Write out, word for word, the first line of the data below and every line after it through the one containing "if ('reason' in".

## [Entries provided]
+++

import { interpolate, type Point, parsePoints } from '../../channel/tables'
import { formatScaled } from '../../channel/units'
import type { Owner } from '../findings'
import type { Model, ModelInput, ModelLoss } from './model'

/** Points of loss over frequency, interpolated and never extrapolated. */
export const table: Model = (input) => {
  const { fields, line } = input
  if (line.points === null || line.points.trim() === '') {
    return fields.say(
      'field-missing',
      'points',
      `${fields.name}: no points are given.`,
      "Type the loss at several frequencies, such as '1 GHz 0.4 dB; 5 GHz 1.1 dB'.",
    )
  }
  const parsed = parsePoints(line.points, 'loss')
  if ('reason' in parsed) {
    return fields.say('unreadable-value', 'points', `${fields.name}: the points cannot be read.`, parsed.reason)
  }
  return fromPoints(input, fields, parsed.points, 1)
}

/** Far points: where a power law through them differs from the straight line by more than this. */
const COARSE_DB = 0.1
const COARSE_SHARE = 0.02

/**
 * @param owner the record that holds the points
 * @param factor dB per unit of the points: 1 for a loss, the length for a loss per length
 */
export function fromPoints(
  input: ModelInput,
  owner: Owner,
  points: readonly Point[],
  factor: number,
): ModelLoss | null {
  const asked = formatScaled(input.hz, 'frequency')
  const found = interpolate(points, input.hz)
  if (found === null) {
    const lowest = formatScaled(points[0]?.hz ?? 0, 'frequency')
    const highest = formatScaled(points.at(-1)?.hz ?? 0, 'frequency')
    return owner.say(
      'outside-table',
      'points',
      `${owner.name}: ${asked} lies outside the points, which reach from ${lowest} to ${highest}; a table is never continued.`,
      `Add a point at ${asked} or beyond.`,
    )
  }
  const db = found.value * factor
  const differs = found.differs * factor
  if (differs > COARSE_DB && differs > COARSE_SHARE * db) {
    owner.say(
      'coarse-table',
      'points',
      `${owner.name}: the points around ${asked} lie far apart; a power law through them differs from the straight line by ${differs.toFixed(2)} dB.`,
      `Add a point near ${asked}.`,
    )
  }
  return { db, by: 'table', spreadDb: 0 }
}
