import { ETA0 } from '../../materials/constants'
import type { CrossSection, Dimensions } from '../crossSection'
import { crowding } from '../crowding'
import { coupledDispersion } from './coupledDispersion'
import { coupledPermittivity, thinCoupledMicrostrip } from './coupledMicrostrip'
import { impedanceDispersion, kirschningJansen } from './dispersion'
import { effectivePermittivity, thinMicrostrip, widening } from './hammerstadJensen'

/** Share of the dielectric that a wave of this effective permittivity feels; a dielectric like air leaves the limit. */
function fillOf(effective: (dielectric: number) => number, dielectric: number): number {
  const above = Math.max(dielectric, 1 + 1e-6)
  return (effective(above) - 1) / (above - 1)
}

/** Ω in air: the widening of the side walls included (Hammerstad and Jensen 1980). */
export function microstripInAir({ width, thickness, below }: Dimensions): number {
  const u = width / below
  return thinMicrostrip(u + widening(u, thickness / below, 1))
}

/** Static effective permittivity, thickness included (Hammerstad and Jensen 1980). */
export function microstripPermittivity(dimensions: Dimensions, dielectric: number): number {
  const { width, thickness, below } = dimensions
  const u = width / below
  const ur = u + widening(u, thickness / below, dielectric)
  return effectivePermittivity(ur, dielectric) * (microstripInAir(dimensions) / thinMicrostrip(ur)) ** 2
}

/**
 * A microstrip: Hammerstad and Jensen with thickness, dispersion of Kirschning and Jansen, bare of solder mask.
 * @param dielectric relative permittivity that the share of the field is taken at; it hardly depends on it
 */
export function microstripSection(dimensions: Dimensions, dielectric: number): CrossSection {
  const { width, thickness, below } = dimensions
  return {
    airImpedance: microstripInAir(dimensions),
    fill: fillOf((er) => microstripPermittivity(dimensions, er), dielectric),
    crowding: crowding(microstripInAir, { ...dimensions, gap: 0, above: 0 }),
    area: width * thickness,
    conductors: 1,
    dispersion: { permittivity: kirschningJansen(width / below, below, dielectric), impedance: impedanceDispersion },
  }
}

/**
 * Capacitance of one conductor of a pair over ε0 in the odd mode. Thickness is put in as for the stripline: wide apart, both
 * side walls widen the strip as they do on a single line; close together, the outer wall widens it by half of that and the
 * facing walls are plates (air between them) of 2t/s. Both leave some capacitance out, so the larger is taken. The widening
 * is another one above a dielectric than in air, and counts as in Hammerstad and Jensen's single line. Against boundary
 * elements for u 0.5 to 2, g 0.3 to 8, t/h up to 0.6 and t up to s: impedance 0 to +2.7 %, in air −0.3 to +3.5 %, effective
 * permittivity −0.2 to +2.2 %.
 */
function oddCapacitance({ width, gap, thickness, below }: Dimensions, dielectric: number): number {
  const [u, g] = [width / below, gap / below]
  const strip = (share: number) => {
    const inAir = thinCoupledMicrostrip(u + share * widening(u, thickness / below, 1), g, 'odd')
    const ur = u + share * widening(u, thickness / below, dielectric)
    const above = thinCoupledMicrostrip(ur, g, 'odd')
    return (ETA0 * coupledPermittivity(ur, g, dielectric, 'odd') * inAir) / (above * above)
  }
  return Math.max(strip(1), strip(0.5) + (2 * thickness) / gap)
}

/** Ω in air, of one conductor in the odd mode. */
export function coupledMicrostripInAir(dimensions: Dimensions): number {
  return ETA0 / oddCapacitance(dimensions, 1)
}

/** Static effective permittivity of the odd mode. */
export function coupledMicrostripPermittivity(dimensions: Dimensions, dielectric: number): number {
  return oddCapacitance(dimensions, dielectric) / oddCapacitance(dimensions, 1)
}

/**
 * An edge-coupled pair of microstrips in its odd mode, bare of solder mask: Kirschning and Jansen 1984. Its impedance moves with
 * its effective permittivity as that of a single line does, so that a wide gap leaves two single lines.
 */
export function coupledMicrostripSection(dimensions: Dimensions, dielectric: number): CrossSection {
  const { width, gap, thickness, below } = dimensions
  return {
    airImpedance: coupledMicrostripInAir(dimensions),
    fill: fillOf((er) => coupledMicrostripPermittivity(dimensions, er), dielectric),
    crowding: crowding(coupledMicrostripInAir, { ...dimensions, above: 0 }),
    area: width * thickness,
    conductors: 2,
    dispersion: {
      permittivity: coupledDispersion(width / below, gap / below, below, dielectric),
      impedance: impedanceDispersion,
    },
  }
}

+++

## [Output for this task]
import { interpolate, type Point, parsePoints } from '../../channel/tables'
import { formatScaled } from '../../channel/units'
import type { Owner } from '../findings'
import type { Model, ModelInput, ModelLoss } from './model'

/** Points of loss over frequency, interpolated and never extrapolated. */
export const table: Model = (input) => {
  const { fields, line } = input
  if (line.points === null || line.points.trim() === '') {
    return fields.say(
      'field-missing',
      'points',
      `${fields.name}: no points are given.`,
      "Type the loss at several frequencies, such as '1 GHz 0.4 dB; 5 GHz 1.1 dB'.",
    )
  }
  const parsed = parsePoints(line.points, 'loss')
  if ('reason' in parsed) {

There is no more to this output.